Exercise objective: Given the records below, would you repeat exactly the lines that begin at the one containing "every target's verdict." and end at the one containing "from ..network.largesignal import", inclusive?

Stored data entries:

▬▬▬

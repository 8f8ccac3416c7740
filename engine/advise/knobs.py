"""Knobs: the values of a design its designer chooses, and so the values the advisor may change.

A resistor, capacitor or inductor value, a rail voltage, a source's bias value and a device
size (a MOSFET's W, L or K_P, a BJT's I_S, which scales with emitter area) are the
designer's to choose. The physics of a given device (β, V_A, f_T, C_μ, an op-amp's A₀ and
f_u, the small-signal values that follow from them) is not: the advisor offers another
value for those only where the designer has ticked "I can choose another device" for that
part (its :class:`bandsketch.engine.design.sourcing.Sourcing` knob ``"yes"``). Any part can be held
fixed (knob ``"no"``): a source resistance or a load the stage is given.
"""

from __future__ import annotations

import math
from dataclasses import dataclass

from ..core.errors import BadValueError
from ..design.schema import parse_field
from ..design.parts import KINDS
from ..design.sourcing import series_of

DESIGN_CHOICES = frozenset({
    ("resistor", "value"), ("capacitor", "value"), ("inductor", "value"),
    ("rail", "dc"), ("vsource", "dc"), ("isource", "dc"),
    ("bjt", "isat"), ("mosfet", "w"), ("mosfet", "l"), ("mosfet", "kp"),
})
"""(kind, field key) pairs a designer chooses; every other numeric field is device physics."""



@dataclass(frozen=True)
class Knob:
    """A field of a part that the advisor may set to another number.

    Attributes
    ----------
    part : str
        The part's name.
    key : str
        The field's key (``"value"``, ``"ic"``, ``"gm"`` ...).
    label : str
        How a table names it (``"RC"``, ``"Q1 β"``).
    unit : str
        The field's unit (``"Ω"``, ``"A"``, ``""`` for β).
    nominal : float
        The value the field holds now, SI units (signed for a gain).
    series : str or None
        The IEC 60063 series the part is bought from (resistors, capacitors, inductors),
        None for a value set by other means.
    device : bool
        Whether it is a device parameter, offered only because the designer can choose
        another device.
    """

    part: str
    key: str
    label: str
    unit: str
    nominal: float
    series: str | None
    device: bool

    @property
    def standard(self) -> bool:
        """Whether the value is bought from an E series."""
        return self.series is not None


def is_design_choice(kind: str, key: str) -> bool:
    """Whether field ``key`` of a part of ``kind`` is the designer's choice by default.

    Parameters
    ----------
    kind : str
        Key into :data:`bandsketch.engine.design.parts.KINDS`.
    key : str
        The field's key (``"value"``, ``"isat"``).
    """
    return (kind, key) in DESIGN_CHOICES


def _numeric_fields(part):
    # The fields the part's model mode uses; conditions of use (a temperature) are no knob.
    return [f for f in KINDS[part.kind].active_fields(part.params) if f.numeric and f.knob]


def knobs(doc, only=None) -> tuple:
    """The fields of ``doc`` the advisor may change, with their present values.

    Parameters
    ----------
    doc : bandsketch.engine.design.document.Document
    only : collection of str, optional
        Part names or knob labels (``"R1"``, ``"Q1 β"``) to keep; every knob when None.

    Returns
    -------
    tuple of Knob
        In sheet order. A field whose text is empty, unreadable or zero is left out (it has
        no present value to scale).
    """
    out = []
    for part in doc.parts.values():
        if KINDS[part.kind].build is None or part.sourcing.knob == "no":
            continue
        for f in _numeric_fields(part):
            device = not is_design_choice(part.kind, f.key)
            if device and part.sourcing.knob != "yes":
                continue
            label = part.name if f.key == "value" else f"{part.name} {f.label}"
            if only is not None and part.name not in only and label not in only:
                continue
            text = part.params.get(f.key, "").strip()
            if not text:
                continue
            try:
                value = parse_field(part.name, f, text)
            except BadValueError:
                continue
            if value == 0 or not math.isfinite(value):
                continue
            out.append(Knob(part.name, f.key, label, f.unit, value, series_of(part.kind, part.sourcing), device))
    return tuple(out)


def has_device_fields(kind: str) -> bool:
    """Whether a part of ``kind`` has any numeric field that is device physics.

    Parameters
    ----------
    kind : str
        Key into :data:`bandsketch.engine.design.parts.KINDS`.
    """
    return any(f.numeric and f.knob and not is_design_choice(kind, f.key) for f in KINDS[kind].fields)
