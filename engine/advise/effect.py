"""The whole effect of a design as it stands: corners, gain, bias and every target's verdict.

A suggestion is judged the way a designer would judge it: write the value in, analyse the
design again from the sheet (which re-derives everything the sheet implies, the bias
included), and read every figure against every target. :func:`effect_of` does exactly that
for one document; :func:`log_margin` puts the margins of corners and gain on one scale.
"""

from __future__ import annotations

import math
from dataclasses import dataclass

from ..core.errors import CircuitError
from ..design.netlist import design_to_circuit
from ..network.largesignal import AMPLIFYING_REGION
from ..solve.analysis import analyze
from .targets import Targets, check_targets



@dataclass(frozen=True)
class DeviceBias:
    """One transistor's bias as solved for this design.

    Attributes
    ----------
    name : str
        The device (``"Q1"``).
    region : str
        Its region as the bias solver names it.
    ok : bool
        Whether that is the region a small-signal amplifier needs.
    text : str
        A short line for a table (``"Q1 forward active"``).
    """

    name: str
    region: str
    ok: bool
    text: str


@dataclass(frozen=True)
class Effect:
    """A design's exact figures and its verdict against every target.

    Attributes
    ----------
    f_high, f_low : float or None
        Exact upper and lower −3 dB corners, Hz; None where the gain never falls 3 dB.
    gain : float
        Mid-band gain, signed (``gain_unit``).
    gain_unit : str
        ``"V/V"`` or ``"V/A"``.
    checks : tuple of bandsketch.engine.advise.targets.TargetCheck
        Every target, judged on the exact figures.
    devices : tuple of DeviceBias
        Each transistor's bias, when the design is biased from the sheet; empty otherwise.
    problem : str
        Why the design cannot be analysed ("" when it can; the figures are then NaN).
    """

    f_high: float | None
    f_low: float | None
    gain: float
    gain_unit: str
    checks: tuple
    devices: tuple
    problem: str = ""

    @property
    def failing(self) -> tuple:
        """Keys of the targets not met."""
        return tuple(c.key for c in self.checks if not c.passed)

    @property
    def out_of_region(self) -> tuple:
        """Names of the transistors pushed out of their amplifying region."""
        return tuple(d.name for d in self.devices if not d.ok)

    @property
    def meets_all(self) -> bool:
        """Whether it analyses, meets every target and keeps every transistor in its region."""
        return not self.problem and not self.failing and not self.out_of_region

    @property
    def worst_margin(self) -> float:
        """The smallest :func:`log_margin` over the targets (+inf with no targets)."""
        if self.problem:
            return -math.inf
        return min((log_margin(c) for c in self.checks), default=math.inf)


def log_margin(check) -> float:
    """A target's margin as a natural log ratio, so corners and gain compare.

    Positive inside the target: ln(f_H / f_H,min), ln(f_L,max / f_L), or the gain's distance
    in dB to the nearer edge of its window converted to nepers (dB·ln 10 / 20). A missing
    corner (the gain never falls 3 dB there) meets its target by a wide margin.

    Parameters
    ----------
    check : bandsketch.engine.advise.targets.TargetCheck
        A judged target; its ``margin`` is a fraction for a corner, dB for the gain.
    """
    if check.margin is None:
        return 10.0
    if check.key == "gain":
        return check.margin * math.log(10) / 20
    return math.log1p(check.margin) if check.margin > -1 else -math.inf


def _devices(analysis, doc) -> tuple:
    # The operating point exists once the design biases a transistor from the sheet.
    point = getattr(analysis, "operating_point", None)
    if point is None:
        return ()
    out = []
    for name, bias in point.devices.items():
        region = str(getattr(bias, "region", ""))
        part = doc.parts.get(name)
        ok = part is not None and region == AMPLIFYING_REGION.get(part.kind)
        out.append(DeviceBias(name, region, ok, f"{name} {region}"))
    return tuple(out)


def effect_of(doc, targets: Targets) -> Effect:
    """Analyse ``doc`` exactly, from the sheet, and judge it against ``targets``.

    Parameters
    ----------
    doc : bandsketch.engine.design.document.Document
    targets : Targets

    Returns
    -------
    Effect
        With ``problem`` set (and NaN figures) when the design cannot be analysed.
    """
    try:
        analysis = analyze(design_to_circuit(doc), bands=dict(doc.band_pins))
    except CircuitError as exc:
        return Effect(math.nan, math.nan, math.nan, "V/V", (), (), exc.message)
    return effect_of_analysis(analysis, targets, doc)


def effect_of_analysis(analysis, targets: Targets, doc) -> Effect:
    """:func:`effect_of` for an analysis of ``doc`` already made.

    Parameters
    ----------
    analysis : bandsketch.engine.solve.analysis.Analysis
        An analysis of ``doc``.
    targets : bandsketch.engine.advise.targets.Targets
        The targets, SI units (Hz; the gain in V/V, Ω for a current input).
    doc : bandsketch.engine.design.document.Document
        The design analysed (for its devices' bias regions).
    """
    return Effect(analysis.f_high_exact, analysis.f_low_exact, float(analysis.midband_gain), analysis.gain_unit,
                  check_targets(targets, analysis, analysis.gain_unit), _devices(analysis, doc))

▬▬▬

Answer section:
"""The whole effect of a design as it stands: corners, gain, bias and every target's verdict.

A suggestion is judged the way a designer would judge it: write the value in, analyse the
design again from the sheet (which re-derives everything the sheet implies, the bias
included), and read every figure against every target. :func:`effect_of` does exactly that
for one document; :func:`log_margin` puts the margins of corners and gain on one scale.
"""

from __future__ import annotations

import math
from dataclasses import dataclass

from ..core.errors import CircuitError
from ..design.netlist import design_to_circuit
from ..network.largesignal import AMPLIFYING_REGION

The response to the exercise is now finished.